One of the big attractions to running your business as a limited company has always been the idea that if things go wrong you can just shut down that company and start up again as a new company.  Is this still true?

Well, there are now one or two problems:

  • you may have given a personal guarantee as a director (or even as a shareholder) and closing your limited company down will not release you from this
  • if this results in you becoming personally bankrupt, then you are disqualified from being a director until you are discharged from bankruptcy
  • depending on the circumstances, if your company ceases to exist but still owes liabilities to its creditors, you may be disqualified from being a director for a period of up to 15 years.
  • this could also happen if you are in breach of company accounting and reporting rules, or if you are found to have been ‘unlawfully’ (that is when the company is unable to pay its debts as they fall due)
  • you may find that the new company’s reputation, credit rating and ability to trade is damaged by the demise of the previous company

Let’s say that none of these apply and you have a sound commercial or personal reason for wishing to wind up the company, but still want to keep on in a similar business.

Sounds OK, doesn’t it?  And better still, when you dispose of your shares in a trading company you can claim Entrepreneurs’ Relief and reduce your Capital Gains Tax to 10% (so long as you meet the criteria for the relief).

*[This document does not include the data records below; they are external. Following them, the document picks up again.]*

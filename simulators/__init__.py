"""Simulated robots for demos and tests: the rigid models of :mod:`shadow.robots` plus the effects they leave out.

Modules: :mod:`simulators.integrators` (fixed-step methods), :mod:`simulators.effects` (friction, heating,
compliance, sensors), :mod:`simulators.plant` (the plant), :mod:`simulators.trajectories` (test cycles),
:mod:`simulators.controller` (PID with model feed-forward), :mod:`simulators.run` (closed-loop runs),
:mod:`simulators.live` (feeds), :mod:`simulators.publish` (MQTT and recordings), :mod:`simulators.sensor_faults`
(faults on published messages), :mod:`simulators.scenario_file` and :mod:`simulators.scenario` (declared scenarios
over long horizons, docs/scenario-file.md).
Nothing here is imported by :mod:`shadow`.
"""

This is still the case if you decide to close the company via the shareholders carrying out a members voluntary winding up and distributing the assets.

However, beware of starting what is known as a Phoenix company, so-called because the legendary phoenix bird rises from the ashes of its death in flames.

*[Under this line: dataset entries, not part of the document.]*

def test_collision_events_same_in_chunks(step_run):
    t, q, qd, tau, _ = step_run
    M, beta = observer_inputs(ARM, q, qd, NO_PAYLOAD)
    tau_hit = tau.copy()
    tau_hit[200:260] -= np.array([3.0, -2.0])  # a short unmodelled effort (a hit), seen as a residual
    whole = _monitor()
    _, ev_whole = whole.update(t, tau_hit, M, beta, qd, q)
    chunked = _monitor()
    ev_chunks = []
    for s in range(0, t.size, 37):
        state = chunked.save()
        chunked = _monitor()
        chunked.restore(state)
        ev_chunks += chunked.update(
            t[s : s + 37], tau_hit[s : s + 37], M[s : s + 37], beta[s : s + 37], qd[s : s + 37], q[s : s + 37]
        )[1]
    assert len(ev_whole) >= 1
    assert [e.start_index for e in ev_whole] == [e.start_index for e in ev_chunks]
    assert [e.end_index for e in ev_whole] == [e.end_index for e in ev_chunks]
    assert_allclose(ev_whole[0].peak_residual, ev_chunks[0].peak_residual, rtol=1e-12)


def test_short_blip_is_ignored():
    t = np.arange(1000) * 1e-3
    r_blip = np.zeros((1000, 1))
    M = np.ones((1000, 1, 1))
    qd = np.zeros((1000, 1))
    tau = np.zeros((1000, 1))
    tau[500] = -100.0  # one-sample spike: residual above threshold for about 20 ms
    settings = CollisionSettings(threshold=np.array([1.0]), rated_effort=np.array([5.0]), min_duration_s=0.05)
    mon = CollisionMonitor(np.array([50.0]), settings)
    r, events = mon.update(t, tau, M, r_blip, qd, qd)
    assert np.abs(r).max() > 1.0
    assert events == []


def _example(family):
    from shadow.robots.description import build_model, example_paths, load_description

    desc = next(d for d in map(load_description, example_paths()) if d.family == family)
    model = build_model(desc)
    home = np.asarray(desc.home_position_m)[None]
    q0 = model.inverse_kinematics(home) if family == "delta" else model.inverse_kinematics(home, np.eye(3)[None])
    rated = np.array([d.rated_effort for d in desc.parameters.drives])
    return model, q0[0], desc.tool.payload_parameters(gripping=True), rated


@pytest.mark.parametrize(
    ("family", "amplitude", "w_ext"),
    [
        ("delta", 0.12, np.array([15.0, -10.0, 25.0])),  # platform force [N]
        ("hexapod", 0.015, np.array([40.0, -30.0, 60.0, 3.0, -2.0, 1.5])),  # wrench [N, N m]
    ],
)
def test_real_models_step_and_wrench(family, amplitude, w_ext):
    # Prescribed motion through the example robots: the drives deliver tau = ID(q, qd, qdd) - J^T w while the
    # platform is pushed by w (momentum balance dp/dt = tau + J^T w - beta), so the residual must follow
    # J^T w with the first-order lag of De Luca and Mattone (2003), and the least-squares wrench of the
    # collision record must return w (virtual work, J^T w = tau_ext).
    model, q0, theta_p, rated = _example(family)
    n = q0.size
    t = np.arange(0, 1301) * 1e-3
    f = 0.7 + 0.1 * np.arange(n)
    ph = np.arange(n) * 0.9
    wt = 2 * np.pi * f[None, :] * t[:, None] + ph[None, :]
    q = q0[None, :] + amplitude * np.sin(wt)
    qd = amplitude * 2 * np.pi * f * np.cos(wt)
    qdd = -amplitude * (2 * np.pi * f) ** 2 * np.sin(wt)
    J = model.platform_jacobian(q)
    on = ((t >= 0.5) & (t < 1.0)).astype(float)[:, None]
    tau_ext = np.einsum("kji,j->ki", J, w_ext) * on  # J^T w while pushed
    tau = model.inverse_dynamics(q, qd, qdd, theta_p) - tau_ext
    M, beta = observer_inputs(model, q, qd, theta_p)
    K_O = np.full(n, 100.0)
    r, _ = observer_step(None, t, tau, M, beta, qd, K_O)
    scale = np.abs(tau_ext).max()
    assert_allclose(r[t < 0.5], 0.0, atol=1e-4 * scale)  # O(dt^2) trapezoid error only
    # reference: scipy.signal.lsim of K_O / (s + K_O) driven by the sampled J^T w (first-order hold, i.e. the
    # same trapezoidal reading of a switch between two samples)
    ref = np.stack([lsim(([K_O[i]], [1.0, K_O[i]]), tau_ext[:, i], t)[1] for i in range(n)], axis=1)
    assert np.abs(r - ref).max() < 2e-3 * scale, np.abs(r - ref).max() / scale
    thr = np.full(n, 0.05 * scale)
    settings = CollisionSettings(threshold=thr, rated_effort=rated)
    mon = CollisionMonitor(K_O, settings, jacobian=model.platform_jacobian)
    _, events = mon.update(t, tau, M, beta, qd, q)
    assert len(events) == 1
    ev = events[0]
    assert ev.external_wrench.shape == (model.platform_dof(),)
    assert_allclose(ev.external_wrench, w_ext, rtol=0.03, atol=0.01 * np.abs(w_ext).max())
    assert 0.5 <= ev.start_time_s <= 0.51 and 1.0 <= ev.end_time_s <= 1.1
    assert_allclose(ev.relative_peak, np.abs(ev.peak_residual) / rated, rtol=1e-12)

If one or more of the shareholders of the wound-up company form a new company to carry on all or part of the same trade, then the risk is that HMRC will regard the winding up as being for the purpose of gaining a tax advantage – namely converting what would have been income into capital. This will allow them to treat any distribution as income and tax it as such and of course Entrepreneurs’ Relief would not apply.

Also, if you carry our a members voluntary liquidation, then you cannot set-up another business in a similar trade or activity.